**Requirement:** If a line of the records contains the word "with", list it.

**Information provided:**
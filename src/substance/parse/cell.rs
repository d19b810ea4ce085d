//! One cell as text or as a quantity, with its faults in words of the field.

use crate::columns::Column;
use crate::fault::{CellFaultKind, nearest};
use crate::quantity::{
    Bound, Date, Dimension, Interval, Quantity, QuantityFault, ReadAs, is_missing, parse_quantity,
    quantity_of_number, tidy, unit_words,
};
use crate::substance::Property;
use crate::substance::parse::Said;
use crate::workbook::CellContent;

/// What a numeric column promises.
#[derive(Debug, Clone, Copy)]
pub(super) struct Expected {
    what: &'static str,
    example: &'static str,
    bound_example: &'static str,
    dimension: Dimension,
    sign: Sign,
    sensible: (f64, f64),
}

/// Which numbers a field can have.
#[derive(Debug, Clone, Copy, PartialEq, Eq)]
enum Sign {
    Any,
    NotNegative,
    Positive,
}

impl Expected {
    pub(super) const TONNAGE: Self = Self {
        what: "tonnes per year",
        example: "25 t/a",
        bound_example: "< 1 t/a",
        dimension: Dimension::Tonnage,
        sign: Sign::NotNegative,
        sensible: (0.0, 1e12),
    };

    pub(super) const fn percent(what: &'static str, example: &'static str) -> Self {
        Self {
            what,
            example,
            bound_example: "< 0.1 %",
            dimension: Dimension::Percent,
            sign: Sign::NotNegative,
            sensible: (0.0, 100.0),
        }
    }

    pub(super) const fn temperature(what: &'static str) -> Self {
        Self {
            what,
            example: "20 °C",
            bound_example: "< 20 °C",
            dimension: Dimension::Temperature,
            sign: Sign::Any,
            sensible: (-273.15, 1e4),
        }
    }

    /// A bare number between two ends: a pH, a standard deviation.
    pub(super) const fn bare(what: &'static str, example: &'static str, sensible: (f64, f64)) -> Self {
        Self {
            what,
            example,
            bound_example: example,
            dimension: Dimension::Dimensionless,
            sign: Sign::NotNegative,
            sensible,
        }
    }

    pub(super) fn property(property: Property) -> Self {
        let dimension = property.dimension();
        let (example, bound_example) = examples(dimension);
        // Far outside what any substance has; catches a Kow where its logarithm belongs, and lost decimal separators.
        let sensible = match property {
            Property::LogKow | Property::LogD => (-15.0, 20.0),
            Property::LogKoa => (-10.0, 30.0),
            Property::PkaAcid | Property::PkaBase => (-60.0, 60.0),
            Property::MeltingPoint | Property::BoilingPoint => (-273.15, 1e4),
            Property::WaterSolubility
            | Property::VapourPressure
            | Property::HenryConstant
            | Property::Koc
            | Property::Bcf
            | Property::Baf
            | Property::Bmf
            | Property::Tmf
            | Property::HalfLife(_)
            | Property::HydrolysisHalfLife
            | Property::PhotolysisHalfLife
            | Property::DissipationHalfLife
            | Property::LongTermToxicity
            | Property::AcuteToxicity
            | Property::MolarMass => (0.0, 1e15),
        };
        Self {
            what: property.title(),
            example,
            bound_example,
            dimension,
            sign: if property.may_be_negative() { Sign::Any } else { Sign::Positive },
            sensible,
        }
    }

    fn not_a(self) -> CellFaultKind {
        CellFaultKind::NotA { what: self.what, example: self.example }
    }
}

fn examples(dimension: Dimension) -> (&'static str, &'static str) {
    match dimension {
        Dimension::Dimensionless => ("4.5", "> 6"),
        Dimension::Time => ("40 d", "< 1 d"),
        Dimension::Concentration => ("0.5 mg/L", "< 0.01 mg/L"),
        Dimension::VolumePerMass => ("1500 L/kg", "< 10 L/kg"),
        Dimension::Pressure => ("0.02 Pa", "< 1E-6 Pa"),
        Dimension::Temperature => ("80 °C", "< 20 °C"),
        Dimension::MolarMass => ("250 g/mol", "> 1000 g/mol"),
        Dimension::Henry => ("1.5 Pa m3/mol", "< 0.01 Pa m3/mol"),
        Dimension::Percent => ("12 %", "< 0.1 %"),
        Dimension::Tonnage => ("25 t/a", "< 1 t/a"),
        Dimension::MolarEnergy => ("65 kJ/mol", "< 65 kJ/mol"),
    }
}

/// The quantity of a cell and what its remarks say; `None` where the cell says that there is none.
pub(super) fn read_quantity(
    content: &CellContent,
    column: &Column,
    expected: Expected,
    molar_mass: Option<f64>,
) -> Result<Option<(Quantity, Said)>, CellFaultKind> {
    let default_unit = column.unit.unwrap_or_else(|| expected.dimension.canonical());
    let read_as = ReadAs { dimension: expected.dimension, default_unit, decimal: column.decimal, molar_mass };
    let read = match content {
        CellContent::Number(number) => {
            quantity_of_number(*number, read_as).map(|quantity| (quantity, Said::default()))
        }
        CellContent::Text(text) => {
            parse_quantity(text, read_as).map(|parsed| (parsed.quantity, Said::in_remarks(&parsed.remarks)))
        }
        CellContent::DateTime(_) => return Err(CellFaultKind::BecameDate { what: expected.what }),
        CellContent::Boolean(_) => return Err(expected.not_a()),
        CellContent::Empty => return Ok(None),
        CellContent::Error(_) => return Err(CellFaultKind::SheetError),
    };
    match read {
        Ok((quantity, said)) => {
            check_sense(quantity.interval, expected)?;
            Ok(Some((quantity, said)))
        }
        Err(QuantityFault::NoValue) => Ok(None),
        // `miscible` is how the trade writes it; it holds no number, and nothing is lost by saying so to nobody.
        Err(QuantityFault::WordOnly) if expected.what == Property::WaterSolubility.title() => Ok(None),
        Err(fault) => Err(word_fault(fault, expected)),
    }
}

fn word_fault(fault: QuantityFault, expected: Expected) -> CellFaultKind {
    let Expected { what, example, .. } = expected;
    match fault {
        QuantityFault::NoValue | QuantityFault::NoNumber => expected.not_a(),
        QuantityFault::WordOnly => CellFaultKind::WordNoNumber { what, example: expected.bound_example },
        QuantityFault::BadNumber => CellFaultKind::BadNumber { example },
        QuantityFault::SeveralValues => CellFaultKind::SeveralValues { what },
        QuantityFault::UnknownUnit(word) => {
            let nearest = nearest(&word.to_lowercase(), unit_words(expected.dimension));
            CellFaultKind::UnknownUnit { word, nearest, example }
        }
        QuantityFault::WrongDimension(unit) => CellFaultKind::WrongUnit { unit, what, example },
        QuantityFault::NeedsMolarMass => CellFaultKind::NeedsMolarMass,
        QuantityFault::BadRange => CellFaultKind::BadRange { what },
        QuantityFault::TooLong => CellFaultKind::TooLong,
    }
}

fn check_sense(interval: Interval, expected: Expected) -> Result<(), CellFaultKind> {
    let what = expected.what;
    let ends = [interval.low().number(), interval.high().number()];
    let (least, most) = expected.sensible;
    let below_zero = |end: &f64| *end < 0.0;
    if expected.sign != Sign::Any && ends.iter().flatten().any(below_zero) {
        return Err(CellFaultKind::Negative { what });
    }
    let reaches_zero_only = match interval.high() {
        Bound::Included(high) | Bound::Excluded(high) => high <= 0.0,
        Bound::Unbounded => false,
    };
    if expected.sign == Sign::Positive && reaches_zero_only {
        return Err(CellFaultKind::Zero { what, example: expected.bound_example });
    }
    if ends.iter().flatten().any(|end| *end < least || *end > most) {
        return Err(CellFaultKind::OutOfSense { what });
    }
    Ok(())
}

/// The cell as a user would read it; nothing for an empty cell.
pub(super) fn text_of(content: &CellContent) -> Option<String> {
    let text = shown(content);
    let trimmed = text.trim();
    (!trimmed.is_empty()).then(|| trimmed.to_owned())
}

/// The tidied text of a cell, unless it is empty or one of the words for missing.
pub(super) fn value_text(content: &CellContent) -> Option<String> {
    let text = tidy(&text_of(content)?);
    (!is_missing(&text)).then_some(text)
}

/// Whether a number is shown in full; spreadsheet programs show others with an exponent.
fn plain(number: f64) -> bool {
    number.abs() < f64::MIN_POSITIVE || (1e-9..1e15).contains(&number.abs())
}

/// The content of a cell in a message.
pub(super) fn shown(content: &CellContent) -> String {
    match content {
        CellContent::Empty => String::new(),
        CellContent::Text(text) | CellContent::Error(text) => text.clone(),
        CellContent::Number(number) if !plain(*number) => format!("{number:E}"),
        CellContent::Number(number) => number.to_string(),
        CellContent::Boolean(true) => "TRUE".to_owned(),
        CellContent::Boolean(false) => "FALSE".to_owned(),
        CellContent::DateTime(serial) => {
            Date::from_serial(*serial).map_or_else(|| serial.to_string(), |date| date.to_string())
        }
    }
}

**Response to this exercise:**
//! One cell as text or as a quantity, with its faults in words of the field.
/// Whether a number is shown in full; spreadsheet programs show others with an exponent.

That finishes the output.